TASK GOAL: Looking at the records below, please say how many lines contain the word "linalg", as a bare number.

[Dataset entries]
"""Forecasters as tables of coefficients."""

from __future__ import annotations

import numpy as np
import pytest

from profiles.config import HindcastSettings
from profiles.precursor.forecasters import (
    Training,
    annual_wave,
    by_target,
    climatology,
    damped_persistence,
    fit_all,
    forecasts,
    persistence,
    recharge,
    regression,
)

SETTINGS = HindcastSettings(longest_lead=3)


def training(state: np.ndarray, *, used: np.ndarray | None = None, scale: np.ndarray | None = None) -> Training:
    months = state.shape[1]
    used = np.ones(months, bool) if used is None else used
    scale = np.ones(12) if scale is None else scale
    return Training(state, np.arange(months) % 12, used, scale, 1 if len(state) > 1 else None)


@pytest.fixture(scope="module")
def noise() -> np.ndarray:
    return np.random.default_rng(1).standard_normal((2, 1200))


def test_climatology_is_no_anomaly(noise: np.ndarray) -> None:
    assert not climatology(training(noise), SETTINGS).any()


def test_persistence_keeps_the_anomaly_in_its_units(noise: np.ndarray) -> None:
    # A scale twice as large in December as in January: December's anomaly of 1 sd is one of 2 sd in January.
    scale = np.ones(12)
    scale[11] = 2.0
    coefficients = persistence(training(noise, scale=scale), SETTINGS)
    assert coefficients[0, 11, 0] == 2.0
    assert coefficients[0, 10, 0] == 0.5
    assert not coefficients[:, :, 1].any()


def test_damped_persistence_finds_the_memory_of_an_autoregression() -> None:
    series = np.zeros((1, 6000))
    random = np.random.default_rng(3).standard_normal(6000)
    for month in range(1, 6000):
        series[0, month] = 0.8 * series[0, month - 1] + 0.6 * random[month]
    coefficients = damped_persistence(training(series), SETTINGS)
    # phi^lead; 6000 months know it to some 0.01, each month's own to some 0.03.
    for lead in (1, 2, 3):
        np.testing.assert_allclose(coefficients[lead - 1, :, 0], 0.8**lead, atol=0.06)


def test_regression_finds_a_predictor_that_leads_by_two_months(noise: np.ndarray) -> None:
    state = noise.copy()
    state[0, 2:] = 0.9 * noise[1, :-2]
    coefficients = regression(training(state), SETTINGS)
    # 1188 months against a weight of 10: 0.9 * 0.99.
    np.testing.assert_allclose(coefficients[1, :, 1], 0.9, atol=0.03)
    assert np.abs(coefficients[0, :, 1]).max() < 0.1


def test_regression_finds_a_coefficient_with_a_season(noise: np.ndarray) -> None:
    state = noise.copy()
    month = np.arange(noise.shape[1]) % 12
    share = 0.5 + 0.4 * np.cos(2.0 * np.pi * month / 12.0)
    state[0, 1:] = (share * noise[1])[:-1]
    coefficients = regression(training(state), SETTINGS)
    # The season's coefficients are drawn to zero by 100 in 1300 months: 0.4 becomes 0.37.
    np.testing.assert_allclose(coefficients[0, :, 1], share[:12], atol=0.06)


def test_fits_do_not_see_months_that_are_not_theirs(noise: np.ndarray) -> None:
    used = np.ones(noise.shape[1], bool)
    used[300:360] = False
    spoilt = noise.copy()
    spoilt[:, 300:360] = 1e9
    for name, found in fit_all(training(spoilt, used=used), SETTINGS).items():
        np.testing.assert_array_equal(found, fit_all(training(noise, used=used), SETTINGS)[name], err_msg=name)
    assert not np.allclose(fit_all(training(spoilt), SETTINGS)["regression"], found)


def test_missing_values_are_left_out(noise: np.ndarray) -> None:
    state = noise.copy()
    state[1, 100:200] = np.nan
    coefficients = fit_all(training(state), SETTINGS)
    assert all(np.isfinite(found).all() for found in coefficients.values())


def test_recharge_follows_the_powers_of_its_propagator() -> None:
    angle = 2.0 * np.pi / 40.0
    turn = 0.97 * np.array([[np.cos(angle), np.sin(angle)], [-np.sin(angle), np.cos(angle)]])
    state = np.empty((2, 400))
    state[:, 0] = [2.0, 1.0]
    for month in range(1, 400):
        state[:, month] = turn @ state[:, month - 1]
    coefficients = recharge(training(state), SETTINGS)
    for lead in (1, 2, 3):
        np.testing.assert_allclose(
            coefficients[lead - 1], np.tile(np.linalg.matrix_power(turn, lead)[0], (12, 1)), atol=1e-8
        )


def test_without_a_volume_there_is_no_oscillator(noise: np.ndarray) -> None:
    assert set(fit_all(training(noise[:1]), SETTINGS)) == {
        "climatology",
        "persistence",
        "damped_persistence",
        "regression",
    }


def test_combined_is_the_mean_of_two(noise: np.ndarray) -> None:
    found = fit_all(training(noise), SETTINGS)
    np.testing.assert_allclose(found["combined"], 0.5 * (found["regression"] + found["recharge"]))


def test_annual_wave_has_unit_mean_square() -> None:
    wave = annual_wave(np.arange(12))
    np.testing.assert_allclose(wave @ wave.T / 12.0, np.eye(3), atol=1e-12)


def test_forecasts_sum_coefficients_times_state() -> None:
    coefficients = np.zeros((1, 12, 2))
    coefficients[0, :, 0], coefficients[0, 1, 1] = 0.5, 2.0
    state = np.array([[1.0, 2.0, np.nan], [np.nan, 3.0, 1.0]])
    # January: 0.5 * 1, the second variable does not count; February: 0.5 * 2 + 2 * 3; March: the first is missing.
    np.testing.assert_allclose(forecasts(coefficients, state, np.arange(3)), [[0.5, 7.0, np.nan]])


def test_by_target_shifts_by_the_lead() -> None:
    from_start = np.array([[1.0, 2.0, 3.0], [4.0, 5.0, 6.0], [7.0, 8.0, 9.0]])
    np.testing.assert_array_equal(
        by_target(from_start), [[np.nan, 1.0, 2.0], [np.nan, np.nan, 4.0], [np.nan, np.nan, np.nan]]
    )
* * *
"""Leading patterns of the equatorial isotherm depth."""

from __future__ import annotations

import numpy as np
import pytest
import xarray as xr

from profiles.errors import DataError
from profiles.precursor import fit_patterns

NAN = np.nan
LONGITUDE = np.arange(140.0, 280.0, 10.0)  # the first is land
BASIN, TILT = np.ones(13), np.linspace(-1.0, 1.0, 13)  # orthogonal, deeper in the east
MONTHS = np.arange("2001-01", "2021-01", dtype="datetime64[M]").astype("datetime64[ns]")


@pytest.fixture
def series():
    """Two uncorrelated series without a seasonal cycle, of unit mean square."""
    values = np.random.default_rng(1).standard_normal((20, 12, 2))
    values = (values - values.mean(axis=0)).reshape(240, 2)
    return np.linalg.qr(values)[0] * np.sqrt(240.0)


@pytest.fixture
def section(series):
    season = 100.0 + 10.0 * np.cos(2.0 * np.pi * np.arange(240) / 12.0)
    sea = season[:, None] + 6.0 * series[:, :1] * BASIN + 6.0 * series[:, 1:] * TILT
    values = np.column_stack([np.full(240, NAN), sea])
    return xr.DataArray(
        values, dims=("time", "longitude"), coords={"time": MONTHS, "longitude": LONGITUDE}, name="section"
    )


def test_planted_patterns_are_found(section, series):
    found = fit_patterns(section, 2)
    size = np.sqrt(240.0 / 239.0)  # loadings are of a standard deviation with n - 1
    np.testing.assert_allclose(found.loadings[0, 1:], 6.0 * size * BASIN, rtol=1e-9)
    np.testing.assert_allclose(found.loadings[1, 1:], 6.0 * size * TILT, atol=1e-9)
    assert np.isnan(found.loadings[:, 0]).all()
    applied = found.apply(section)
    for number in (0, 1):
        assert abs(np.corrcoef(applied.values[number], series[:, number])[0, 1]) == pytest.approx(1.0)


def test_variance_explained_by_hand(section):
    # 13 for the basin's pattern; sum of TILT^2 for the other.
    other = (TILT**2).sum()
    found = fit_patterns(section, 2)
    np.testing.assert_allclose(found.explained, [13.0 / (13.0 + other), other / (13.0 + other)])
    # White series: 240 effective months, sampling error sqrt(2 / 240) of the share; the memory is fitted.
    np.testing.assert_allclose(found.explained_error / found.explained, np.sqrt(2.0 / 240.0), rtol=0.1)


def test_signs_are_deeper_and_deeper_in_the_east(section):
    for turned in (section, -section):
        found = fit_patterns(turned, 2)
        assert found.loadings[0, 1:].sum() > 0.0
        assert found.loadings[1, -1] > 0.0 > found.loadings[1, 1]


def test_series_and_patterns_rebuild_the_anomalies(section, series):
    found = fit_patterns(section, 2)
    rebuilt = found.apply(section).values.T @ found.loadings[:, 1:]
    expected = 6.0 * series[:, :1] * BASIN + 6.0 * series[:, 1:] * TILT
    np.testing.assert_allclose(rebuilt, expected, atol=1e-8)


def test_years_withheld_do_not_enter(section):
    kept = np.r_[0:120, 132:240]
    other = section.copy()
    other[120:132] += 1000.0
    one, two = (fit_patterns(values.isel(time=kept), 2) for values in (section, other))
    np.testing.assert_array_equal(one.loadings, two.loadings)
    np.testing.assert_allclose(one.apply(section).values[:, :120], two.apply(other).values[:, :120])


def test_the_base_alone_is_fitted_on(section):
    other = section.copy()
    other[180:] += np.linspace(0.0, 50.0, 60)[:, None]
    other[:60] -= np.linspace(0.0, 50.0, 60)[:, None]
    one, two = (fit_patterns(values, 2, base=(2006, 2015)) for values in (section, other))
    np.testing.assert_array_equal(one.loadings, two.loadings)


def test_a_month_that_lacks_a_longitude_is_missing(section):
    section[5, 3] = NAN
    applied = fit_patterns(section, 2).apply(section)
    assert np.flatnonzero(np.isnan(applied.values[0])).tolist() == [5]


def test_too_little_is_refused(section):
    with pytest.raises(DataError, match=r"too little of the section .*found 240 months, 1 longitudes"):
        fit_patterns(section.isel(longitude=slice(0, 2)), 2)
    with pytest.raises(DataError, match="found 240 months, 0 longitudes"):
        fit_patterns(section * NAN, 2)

WRITTEN ANSWER: 2